Cleveland's rate is around 50 percent, less than the 2010 census count

CLEVELAND — The 2020 U.S. Census count will ripple through Northeast Ohio communities for a decade, the blueprint for dividing hundreds of millions of taxpayer dollars for schools, hospitals, roads and senior services and more.

It dictates how many people represent communities in Congress and on city councils in some places such as Cleveland. The information collected even guides whether Starbucks or Target open stores in a community.

Done every 10 years, the current census count ends Sept. 30th.

As of today, 66 percent of Cuyahoga County households have responded, with surrounding counties doing slightly better.

In Cleveland, the figure is just 50 percent, below the 2010 Census-response rate of 56 percent. In East Cleveland, the rate is even worse.

Every person counted generates $1,800 in federal money that returns home, one study shows.

That’s why county officials and others have been targeting hard-to-reach households.

People don’t respond for many reasons, said Erika Anthony of Cleveland VOTES, a nonprofit leading the Census count in neighborhoods.

“The mistrust of government, especially for black and brown people is not something new or unique in 2020,” she said.

Other reasons included unstable living arrangements and a lack of access to the internet at a time when the Census Bureau is putting more resources behind encouraging people to respond online.

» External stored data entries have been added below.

package raster

/*
#include <gdal.h>
#include <ogr_api.h>
*/
import "C"

import (
	"unsafe"

	"github.com/airbusgeo/godal"
)

// bandHandle returns the GDAL band handle behind a godal.Band. godal (v0.0.18,
// pinned in go.mod) keeps it as the struct's only field and offers no
// cancellable sieve (GDALSieveFilter with a progress callback, used by
// patches.go), so this reads it directly; the size assertion below stops the
// build if that layout ever changes.
func bandHandle(b godal.Band) C.GDALRasterBandH {
	return *(*C.GDALRasterBandH)(unsafe.Pointer(&b))
}

var _ [unsafe.Sizeof(godal.Band{}) - unsafe.Sizeof(uintptr(0))]struct{}
var _ [unsafe.Sizeof(uintptr(0)) - unsafe.Sizeof(godal.Band{})]struct{}

// geometryMirror has the layout of godal.Geometry: an ownership flag, then
// the OGR handle.
type geometryMirror struct {
	owned  bool
	handle C.OGRGeometryH
}

// geometryHandle returns the OGR handle behind a godal.Geometry, which
// offers no Segmentize.
func geometryHandle(g *godal.Geometry) C.OGRGeometryH {
	return (*geometryMirror)(unsafe.Pointer(g)).handle
}

var _ [unsafe.Sizeof(godal.Geometry{}) - unsafe.Sizeof(geometryMirror{})]struct{}
var _ [unsafe.Sizeof(geometryMirror{}) - unsafe.Sizeof(godal.Geometry{})]struct{}
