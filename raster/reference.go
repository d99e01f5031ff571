package raster

import (
	"errors"
	"fmt"

	"github.com/airbusgeo/godal"
)

// Reference reads reference change data for accuracy assessment on a grid.
//
// A Reference on a raster file holds a GDAL handle: use it from one
// goroutine, and open one per worker. On a vector file it holds the
// polygons rasterised onto the grid when it was opened, W*H bytes of its
// own, freed by Close; open it once and share its reads where memory counts.
type Reference struct {
	path   string
	grid   Grid
	ds     *godal.Dataset // raster reference
	nodata float64
	hasND  bool
	buf    []float64
	burned []uint8 // vector reference: flags row by row
}

// OpenReference returns a reader for reference change data on grid g:
// either a raster on the same grid (band 1; non-zero = changed; its nodata,
// if any, and NaN = unknown) or a vector file of changed polygons (any OGR
// format: GPKG, GeoJSON, Shapefile ...; every layer is used), rasterised with
// GDAL onto g in memory: a pixel is changed when its centre lies in a
// polygon (all-touched off). Polygons in another CRS are reprojected by
// GDAL; a layer without a CRS is taken to be in g's. A raster of several
// bands, or a layer of points or lines, is refused: it is not clear what it
// says of change. A raster on another
// grid is an error naming the file and wrapping ErrGridMismatch. A file that
// is both (a GeoPackage with tiles and features) is read as a raster.
func OpenReference(path string, g Grid) (*Reference, error) {
	ds, err := openDataset(path)
	switch {
	case err == nil:
		if err := g.Compare(gridOf(ds)); err != nil {
			ds.Close(errLogger)
			return nil, fmt.Errorf("reference %s is not on the grid of the images: %w", path, err)
		}
		if n := len(ds.Bands()); n != 1 {
			ds.Close(errLogger)
			return nil, fmt.Errorf("reference %s has %d bands: give one band of reference change (non-zero = changed), for example gdal_translate -b 1", path, n)
		}
		r := &Reference{path: path, grid: g, ds: ds}
		r.nodata, r.hasND = ds.Bands()[0].NoData()
		return r, nil
	case errors.Is(err, ErrNotRaster):
		pixels, err := rasterizeVector(path, g)
		if err != nil {
			return nil, err
		}
		return &Reference{path: path, grid: g, burned: pixels}, nil
	default:
		return nil, fmt.Errorf("reference %w", err)
	}
}

// Read fills dst (w*h values, row by row) with 1 changed, 0 unchanged, 255
// unknown for window (x, y, w, h).
func (r *Reference) Read(x, y, w, h int, dst []uint8) error {
	if err := checkWindow(r.grid, x, y, w, h, len(dst)); err != nil {
		return fmt.Errorf("read reference %s: %w", r.path, err)
	}
	if r.ds == nil && r.burned == nil {
		return fmt.Errorf("read reference %s: closed", r.path)
	}
	if r.burned != nil {
		for row := range h {
			off := (y+row)*r.grid.Width + x
			copy(dst[row*w:row*w+w], r.burned[off:off+w])
		}
		return nil
	}
	r.buf = grow(r.buf, w*h)
	if err := r.ds.Bands()[0].Read(x, y, r.buf, w, h, errLogger); err != nil {
		return fmt.Errorf("read reference %s at %d,%d: %w", r.path, x, y, err)
	}
	for i, v := range r.buf {
		switch {
		case v != v || (r.hasND && v == r.nodata):
			dst[i] = flagNoData
		case v != 0:
			dst[i] = flagChange
		default:
			dst[i] = flagNoChange
		}
	}
	return nil
}

// Close releases the reader's GDAL handle or its rasterised polygons.
func (r *Reference) Close() error {
	var err error
	if r.ds != nil {
		err = r.ds.Close(errLogger)
		r.ds = nil
	}
	r.burned = nil
	return err
}

// rasterizeVector burns every layer of the vector file at path onto g.
func rasterizeVector(path string, g Grid) ([]uint8, error) {
	vds, err := godal.Open(path, godal.VectorOnly(), errLogger)
	if err != nil {
		return nil, fmt.Errorf("reference %s: neither a raster nor a vector file GDAL can read: %w", path, ErrNotRaster)
	}
	defer vds.Close(errLogger)
	if !g.HasGeoTransform {
		return nil, fmt.Errorf("reference %s: the images have no geotransform to rasterise polygons on", path)
	}
	sw := []string{"-burn", "1"}
	for _, l := range vds.Layers() {
		if kind := nonAreal(l.Type()); kind != "" {
			return nil, fmt.Errorf("reference %s: layer %s holds %s, not polygons of changed areas", path, l.Name(), kind)
		}
		sw = append(sw, "-l", l.Name())
	}
	if len(sw) == 2 {
		return nil, fmt.Errorf("reference %s: no layer", path)
	}
	mem, err := newMem(g, 1)
	if err != nil {
		return nil, fmt.Errorf("reference %s: rasterise: %w", path, err)
	}
	defer mem.Close(errLogger)
	if err := mem.RasterizeInto(vds, sw, errLogger); err != nil {
		return nil, fmt.Errorf("reference %s: rasterise: %s", path, firstLine(err.Error()))
	}
	pixels := make([]uint8, g.Width*g.Height)
	if err := mem.Bands()[0].Read(0, 0, pixels, g.Width, g.Height, errLogger); err != nil {
		return nil, fmt.Errorf("reference %s: rasterise: %w", path, err)
	}
	return pixels, nil
}

// nonAreal names the geometries of a layer type that cover no area ("" for
// polygons and for types that may hold them).
func nonAreal(t godal.GeometryType) string {
	switch t {
	case godal.GTPoint, godal.GTPoint25D, godal.GTMultiPoint, godal.GTMultiPoint25D:
		return "points"
	case godal.GTLineString, godal.GTLineString25D, godal.GTMultiLineString, godal.GTMultiLineString25D, godal.GTLinearRing:
		return "lines"
	case godal.GTNone:
		return "no geometry"
	}
	return ""
}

Cuyahoga County and other groups began making plans in 2019 to boost response rate through organized peer-to-peer contact and door-knocking. But the pandemic crushed those efforts.

“But this year because we can’t be in physical proximity to them in the same way this really has compromised our ability to get what the census calls the hard-count population,” Anthony said.

In-person canvassing started mid-August, when census workers began knocking on doors to conduct interviews in person. Census workers have been wearing personal protective equipment and been carrying computer tablets this year to help people respond online.  

Cuyahoga County partnered with dozens of organizations, including libraries to help residents respond online or seek help in filling out the census survey. The county is also staging events at grocery stores and foodbanks to reach large volumes of people.

Even so, Cuyahoga County’s census point person, Simeon Best, said outreach workers have had trouble getting face-to-face in some places.

 “We are hearing a lot of feedback from enumerators that have been hired that it is not easy getting to certain apartment buildings and certain houses,” he said. “They just don’t’ feel comfortable.”

Anthony said people will be most likely to respond after hearing from their network of family and friends about the importance of being counted.  

 “We have to understand that at the end of the day, as individuals we have different folks we trust and believe in to get information,” she said.

Anthony said her organization is building a playbook on its efforts this year that she said could be used for reaching people in the next census in 2030. It will be archived by the Cleveland Public Library.

Given the stakes, she said, it’s never too early to plan.